Concrete is not good for large animals. It is painful for them to stand on for long periods of time, they can slip and hurt themselves, and it can be a really PITA to clean unless you have a high- powered pressure washer! Our barnyard is gravel, compacted. Keeps things relatively clean and is easy on the animals. Cheap, too. Cows just come hand in hand with mud, its part of the package.


----------



## Rod_ (Nov 6, 2005)

I use a small disc to till the yard. Here it just takes a few days of turning the soil and it is dry after a large amount of moisture. Thay make really small ones you can pull behind a garden tractor but you will need chains on the tires to pull it.

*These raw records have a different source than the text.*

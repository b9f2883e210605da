package org.lodestep.rig;

import static org.junit.jupiter.api.Assertions.assertEquals;
import static org.junit.jupiter.api.Assertions.assertTrue;

import java.util.ArrayList;
import java.util.List;

import org.apache.commons.math3.stat.regression.SimpleRegression;
import org.junit.jupiter.api.Test;
import org.lodestep.motor.RlStep;

class BenchMotorTest {

    /** A 4-lead motor whose values are chosen for the published check values. */
    private static Scenario motor(double halfOhm, double halfH, double coupling, double rpm, List<Scenario.Fault> f,
                                  int leads) {
        return motor(halfOhm, halfH, coupling, rpm, f, leads, 50);
    }

    private static Scenario motor(double halfOhm, double halfH, double coupling, double rpm, List<Scenario.Fault> f,
                                  int leads, int rotorTeeth) {
        List<String> labels = new ArrayList<>();
        for (int i = 1; i <= leads; i++) {
            labels.add("L" + i);
        }
        return new Scenario("test motor", 1, "T-1", leads, rotorTeeth, false, labels, halfOhm, halfH, coupling, 0.25, 1.0,
                0.4, 0.0, 5.4e-6, 0, 1e-4, 1e9, 0.02, 0.0, rpm, f);
    }

    @Test
    void stepResponseHasTheRlTimeConstant() {
        // REFERENCE-CHECKS item 10 (RL circuit; Alexander & Sadiku, first-order circuits): V = 2.0 V,
        // R = 2.0 ohm, L = 4.0 mH -> tau = 2.000 ms, I_inf = 1.000 A, i(tau) = 0.632121 A.
        // Two uncoupled 0.95 ohm, 2 mH halves in series plus the rig's 0.1 ohm drive resistance make that loop.
        BenchMotor m = new BenchMotor(motor(0.95, 0.002, 0.0, 60, List.of(), 4));
        double rate = 50_000;
        int frames = 1000;
        double[][] d = m.stepResponse(1, 2, 2.0, rate, frames, 1e-5);
        int onset = frames / 10;
        // fit ln(1 - i/I_inf) = -t/tau over the first 3 tau
        SimpleRegression fit = new SimpleRegression(false);
        for (int i = onset + 1; i < onset + 300; i++) {
            double t = (i - onset) / rate;
            fit.addData(t, Math.log(1 - d[0][i] / 1.0));
        }
        assertEquals(2.000e-3, -1 / fit.getSlope(), 2.000e-3 * 5e-3);
        // i(tau) = 0.632121 A at 100 samples after onset (tau = 2 ms at 50 kHz)
        assertEquals(0.632121, d[0][onset + 100], 1e-3);
        double tail = 0;
        for (int i = frames - 50; i < frames; i++) {
            tail += d[0][i] / 50;
        }
        // 16 tau after onset: within 1e-6 of I_inf
        assertEquals(1.000, tail, 1e-3);
    }

    @Test
    void stepResponseAgreesWithTheEnginesRlStep() {
        // The rig's step is an independent oracle (rig/package-info.java): its noise-free current must equal
        // motor.RlStep for the same loop. Alexander & Sadiku, Fundamentals of Electric Circuits, first-order RL step:
        // i(t) = (V/R)(1 - e^(-t/tau)), tau = L/R; here V = 2.0 V, R = 0.95 + 0.95 + 0.1 ohm, L = 4.0 mH (uncoupled).
        BenchMotor m = new BenchMotor(motor(0.95, 0.002, 0.0, 60, List.of(), 4));
        double rate = 50_000;
        int frames = 1000;
        double[][] d = m.stepResponse(1, 2, 2.0, rate, frames, 0.0);
        int onset = frames / 10;
        for (int i = 0; i < frames; i += 7) {
            double t = (i - onset) / rate;
            // noise-free at a zero LSB; 1e-9 A leaves room for the rig's nodal solution of R
            assertEquals(RlStep.currentA(2.0, 2.0, 0.004, t), d[0][i], 1e-9, "sample " + i);
        }
    }

    @Test
    void seriesHalvesAddMutualInductance() {
        // coupled coils in series aiding: L = L1 + L2 + 2M, M = k sqrt(L1 L2) (REFERENCE-CHECKS item 5 source:
        // any circuit-theory text). k = 1, L1 = L2 = 0.5 mH -> 2.0 mH, four times a half (item 5 checks).
        BenchMotor m = new BenchMotor(motor(1.0, 0.0005, 1.0, 60, List.of(), 6));
        assertEquals(0.0005, m.inductanceH(1, 2), 1e-12);
        assertEquals(0.002, m.inductanceH(1, 3), 1e-12);
        // centre-tapped 6-lead: end to end is twice a half (item 4, common practice)
        assertEquals(2.0, m.trueResistanceOhm(1, 3), 1e-6);
        assertEquals(1.0, m.trueResistanceOhm(2, 3), 1e-6);
        assertTrue(m.trueResistanceOhm(1, 4) > 1e8, "phases are isolated");
    }

    @Test
    void shortedTurnsAndOpenWindingShowInResistance() {
        BenchMotor shorted = new BenchMotor(motor(2.0, 0.002, 0.96, 60,
                List.of(new Scenario.Fault("shorted-turns", "A2", 0.25, 0, null)), 6));
        assertEquals(2.0, shorted.trueResistanceOhm(1, 2), 1e-6);
        assertEquals(1.5, shorted.trueResistanceOhm(2, 3), 1e-6);
        BenchMotor open = new BenchMotor(motor(2.0, 0.002, 0.96, 60,
                List.of(new Scenario.Fault("open", "A1", 0, 0, null)), 6));
        assertTrue(Double.isInfinite(open.readResistanceOhm(1, 2)));
        BenchMotor leaky = new BenchMotor(motor(2.0, 0.002, 0.96, 60,
                List.of(new Scenario.Fault("leakage", null, 0, 47_000, null)), 6));
        // leakage joins A's centre to B's centre: A start to B start is 2 + 47000 + 2 ohm in parallel with the path
        // through the frame (1e9 ohm per phase): 47004 || 2e9 = 47002.9 ohm
        assertEquals(1 / (1 / 47_004.0 + 1 / 2e9), leaky.trueResistanceOhm(1, 4), 1e-3);
    }

    @Test
    void handTurnBackEmfHasTheElectricalFrequencyAndQuarterPeriodPhase() {
        // REFERENCE-CHECKS item 14 (Acarnley; Kenjo & Sugawara; from memory there): 300 rpm, N_r = 50 ->
        // f_e = 250 Hz, period 4.000 ms, A-B zero-crossing offset 1.000 ms.
        BenchMotor m = new BenchMotor(motor(1.0, 0.001, 0.97, 300, List.of(), 4));
        double rate = 50_000;
        double seconds = 1.0;
        double[][] e = m.handTurnEmf(List.of(new int[] {1, 2}, new int[] {3, 4}), seconds, rate, (int) (rate * seconds));
        // steady part: 0.2 s .. 0.8 s
        int from = (int) (0.25 * rate);
        int to = (int) (0.75 * rate);
        double[] a = java.util.Arrays.copyOfRange(e[0], from, to);
        double[] b = java.util.Arrays.copyOfRange(e[1], from, to);
        assertEquals(4.000e-3, RotorDynamicsTest.meanPeriodS(a, rate, 0), 4e-6);
        double lag = firstRising(b, rate, firstRising(a, rate, 0)) - firstRising(a, rate, 0);
        assertEquals(1.000e-3, lag, 3e-5);
    }

    private static double firstRising(double[] x, double rate, double afterS) {
        for (int i = Math.max(1, (int) (afterS * rate) + 1); i < x.length; i++) {
            if (x[i - 1] < 0 && x[i] >= 0) {
                return (i - 1 + (-x[i - 1]) / (x[i] - x[i - 1])) / rate;
            }
        }
        throw new AssertionError("no rising zero crossing");
    }

    @Test
    void shuffledLeadsKeepTheSameWindingsUnderNewPositions() {
        Scenario s = Scenarios.all().get("salvage-8");
        BenchMotor m = new BenchMotor(s);
        int pairs = 0;
        for (int a = 1; a <= 8; a++) {
            for (int b = a + 1; b <= 8; b++) {
                if (m.trueResistanceOhm(a, b) < 100) {
                    pairs++;
                    assertTrue(b - a != 1 || a % 2 == 0, "with a shuffle, the halves are not simply 1-2, 3-4, ...");
                }
            }
        }
        assertEquals(4, pairs);
        assertEquals(8, m.labels().size());
    }

    @Test
    void swappedLeadsMakeTheColourCodeLie() {
        // bench-4 as labelled: blk-grn is phase A; swapped-4 has grn and red exchanged (scenarios.toml)
        BenchMotor good = new BenchMotor(Scenarios.all().get("bench-4"));
        BenchMotor swapped = new BenchMotor(Scenarios.all().get("swapped-4"));
        assertEquals(List.of("blk", "grn", "red", "blu"), good.labels());
        assertEquals(List.of("blk", "red", "grn", "blu"), swapped.labels());
        // the same positions still form the windings; only the names moved
        assertEquals(1.5, swapped.trueResistanceOhm(1, 2), 1e-6);
        assertTrue(swapped.trueResistanceOhm(1, 3) > 1e8);
    }

    @Test
    void hundredToothRotorDoublesTheElectricalFrequency() {
        // REFERENCE-CHECKS item 14: N_r = 100 at 300 rpm -> f_e = 500 Hz (period 2.000 ms)
        BenchMotor m = new BenchMotor(motor(1.0, 0.001, 0.97, 300, List.of(), 4, 100));
        double rate = 50_000;
        double[][] e = m.handTurnEmf(List.of(new int[] {1, 2}), 1.0, rate, (int) rate);
        double[] a = java.util.Arrays.copyOfRange(e[0], (int) (0.25 * rate), (int) (0.75 * rate));
        assertEquals(2.000e-3, RotorDynamicsTest.meanPeriodS(a, rate, 0), 2e-6);
    }
}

I think the brand is Worksaver. Costs about 600 bucks new; a lot cheeper than concrete and the tilled soil is easer on the cows.


----------



## caseyweiss (May 26, 2005)

Rod,

In some places, the mud is almost two feet thick. I won't get my garden tractor through, I can barely get the 4020 through. I would like to get to the point where I can have a good solid pack in the barn, a clean barn lot, and a good, firm pasture. Our farm buildings were not built for cattle but we are slowly converting them over . Thanks for all the inputs.

Casey


----------



## JeffNY (Dec 13, 2004)

I suggest calling a local gravel place, have them bring in several loads of bankrun gravel. Pack it down. Actually with the mudd as thick as it is, maybe some #2 stones, then bank run gravel on top of it. We put a bunch of bankrun in the barnyard, no mud. Also I am keeping them off it, only to be let on it when they are outside. Bankrun won't hurt their hooves, and tends to pack nicely.


Jeff


----------



## evermoor (Nov 20, 2004)

Casey,
I hear your troubles! Nothing like having to get the front wheel assist to pull the skidloader out because she's buried and aint leavin. The worst spots are always where the feeder is; even if you move them often ( running oout of places in the lot). We poured a pad for one grroup of cows this spring. It is 30 by 100 with drive by feeding so nothing can sink in the mud till you drop off. I'll check on the slope. The contracter gouged us on price, but usually it is around a $1 per square foot. The guy also forgot to groove it and luckily we haven't had problem. At other places we have used broom handles or a gate to make criss crosses. I did see a really neat groove that was made by a worn out roller from a hay conditioner. They just rolled it down the feed alley when it was semi hard. I do wish there was a wall one the bottom side to stack manure against so it would be easier to haul. Currently using the bedding pack stack till the next freeze. At the university they used fly ash to make a three acre pad to compost manure on. You can get it free for the hauling from utility plants (coal ash I believe). The key is to pack it hard, sprinkle with water and pack it , repeat a thousand times. Although it was used for only a couple of seasons it held really well with the big tractors loaders and such. Milking time talk later
Andy


----------



## Jennifer L. (May 10, 2002)

Yes, fly ash is good, plus has the benefit of being free most of the time. Around here it comes from the heating plant at Fort Drum. My milk hauler has it in back of his barn where he runs some heifers and beefers and he really likes it. Think of it as poor quality cement, but you can scrape it with a skidsteer or tractor blade without problems. I'd like to get some and I'm on the list for it, but there's a lot of people ahead of me so who knows when they'll get to me.

Jennifer


----------



## genebo (Sep 12, 2004)

Sometimes the barn or other buildings help keep it muddy by shedding the rain off of their roof onto the ground. Make sure that you have good drainage away from the buildings.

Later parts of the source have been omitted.